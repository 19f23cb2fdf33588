import { TapGuard, tapGuardMs } from './tap-guard';

describe('TapGuard', () => {
  it('lets the first tap through', () => {
    expect(new TapGuard(() => 0).admit()).toBe(true);
  });

  it('refuses a second tap within the guard time, and admits one at its end', () => {
    let now = 1000;
    const guard = new TapGuard(() => now);
    guard.admit();
    now += tapGuardMs - 1;
    expect(guard.admit()).toBe(false);
    now += 1;
    expect(guard.admit()).toBe(true);
  });

  it('does not let refused taps lengthen the guard time', () => {
    let now = 0;
    const guard = new TapGuard(() => now);
    guard.admit();
    now = 300;
    guard.admit();
    now = 410;
    expect(guard.admit()).toBe(true);
  });
});
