import { compiledValveSeal } from '../../support/compiled-valve-seal';
import { fineGear } from '../../support/ossenholt-gear';
import { readRamp } from '../../support/ramp-file';
import { driveRun, wayWalked } from '../../support/run-driver';
import { codesClearedAfter, coldToAir, gaugeAtZero, otherHalfNext, sensorsInBand } from '../../support/valve-seal-rows';

describe('crankcase valve seal, cold half: the inlet-side valve shuts on a pulse and is plugged', () => {
  const walk = driveRun({
    procedure: compiledValveSeal(),
    half: 'cold',
    gear: fineGear,
    table: [
      ...coldToAir,
      ...sensorsInBand,
      ['11', { listen: readRamp('demo-cold-never-seals'), begins: 13 }],
      ['13', { choose: ['airAtInletVent'] }],
      ['13a', { choose: ['pulseShuts'] }],
      ['13c', { read: { gaugeLeft: ['0.6', '0.1'] } }],
      ['11', { listen: readRamp('demo-warm-seals'), begins: 13, stops: 'suggested' }],
      ['12b', { choose: ['stillQuiet'] }],
      ...gaugeAtZero,
      ...codesClearedAfter,
      ...otherHalfNext,
    ],
  });

  it('walks the way of the table', () => {
    expect(wayWalked(walk)).toBe(
      '1 2d 2e 3 4 5 6 6a 7 8a 8b 9a 9b 9c 10 11 11b 13 13a 13b 13c 13d 13f 9a 9b 9c 10 11 11b 12a 12b 14 15a 15b 15c 16 18a 18b 19 F1',
    );
  });

  it('reaches its finding with nothing left apart', () => {
    expect(walk.state.finding).toBe('seals');
    expect(walk.state.disturbed).toEqual([]);
  });

  it('had the plug of the port on the list until it was taken out', () => {
    const disturbed = walk.events.flatMap((event) => (event.type === 'disturbed' ? [event.data.item] : []));
    const restored = walk.events.flatMap((event) => (event.type === 'restored' ? [event.data.item] : []));
    expect(disturbed).toEqual(['dipstick', 'inlet-duct', 'inlet-plug', 'vent-plug']);
    // What was opened last goes back first.
    expect(restored).toEqual([...disturbed].reverse());
  });
});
════════════════
Instructions to follow:
Print every record exactly, so that each word matches what is written above.

Exercise result:
repository 19f23cb2fdf33588
import { TapGuard, tapGuardMs } from './tap-guard';

describe('TapGuard', () => {
  it('lets the first tap through', () => {
    expect(new TapGuard(() => 0).admit()).toBe(true);
  });

  it('refuses a second tap within the guard time, and admits one at its end', () => {
    let now = 1000;
    const guard = new TapGuard(() => now);
    guard.admit();
    now += tapGuardMs - 1;
    expect(guard.admit()).toBe(false);
    now += 1;
    expect(guard.admit()).toBe(true);
  });

  it('does not let refused taps lengthen the guard time', () => {
    let now = 0;
    const guard = new TapGuard(() => now);
    guard.admit();
    now = 300;
    guard.admit();
    now = 410;
    expect(guard.admit()).toBe(true);
  });
});
import { compiledValveSeal } from '../../support/compiled-valve-seal';
import { fineGear } from '../../support/ossenholt-gear';
import { readRamp } from '../../support/ramp-file';
import { driveRun, wayWalked } from '../../support/run-driver';
import { codesClearedAfter, coldToAir, gaugeAtZero, otherHalfNext, sensorsInBand } from '../../support/valve-seal-rows';

describe('crankcase valve seal, cold half: the inlet-side valve shuts on a pulse and is plugged', () => {
  const walk = driveRun({
    procedure: compiledValveSeal(),
    half: 'cold',
    gear: fineGear,
    table: [
      ...coldToAir,
      ...sensorsInBand,
      ['11', { listen: readRamp('demo-cold-never-seals'), begins: 13 }],
      ['13', { choose: ['airAtInletVent'] }],
      ['13a', { choose: ['pulseShuts'] }],
      ['13c', { read: { gaugeLeft: ['0.6', '0.1'] } }],
      ['11', { listen: readRamp('demo-warm-seals'), begins: 13, stops: 'suggested' }],
      ['12b', { choose: ['stillQuiet'] }],
      ...gaugeAtZero,
      ...codesClearedAfter,
      ...otherHalfNext,
    ],
  });

  it('walks the way of the table', () => {
    expect(wayWalked(walk)).toBe(
      '1 2d 2e 3 4 5 6 6a 7 8a 8b 9a 9b 9c 10 11 11b 13 13a 13b 13c 13d 13f 9a 9b 9c 10 11 11b 12a 12b 14 15a 15b 15c 16 18a 18b 19 F1',
    );
  });

  it('reaches its finding with nothing left apart', () => {
    expect(walk.state.finding).toBe('seals');
    expect(walk.state.disturbed).toEqual([]);
  });

  it('had the plug of the port on the list until it was taken out', () => {
    const disturbed = walk.events.flatMap((event) => (event.type === 'disturbed' ? [event.data.item] : []));
    const restored = walk.events.flatMap((event) => (event.type === 'restored' ? [event.data.item] : []));
    expect(disturbed).toEqual(['dipstick', 'inlet-duct', 'inlet-plug', 'vent-plug']);
    // What was opened last goes back first.
    expect(restored).toEqual([...disturbed].reverse());
  });
});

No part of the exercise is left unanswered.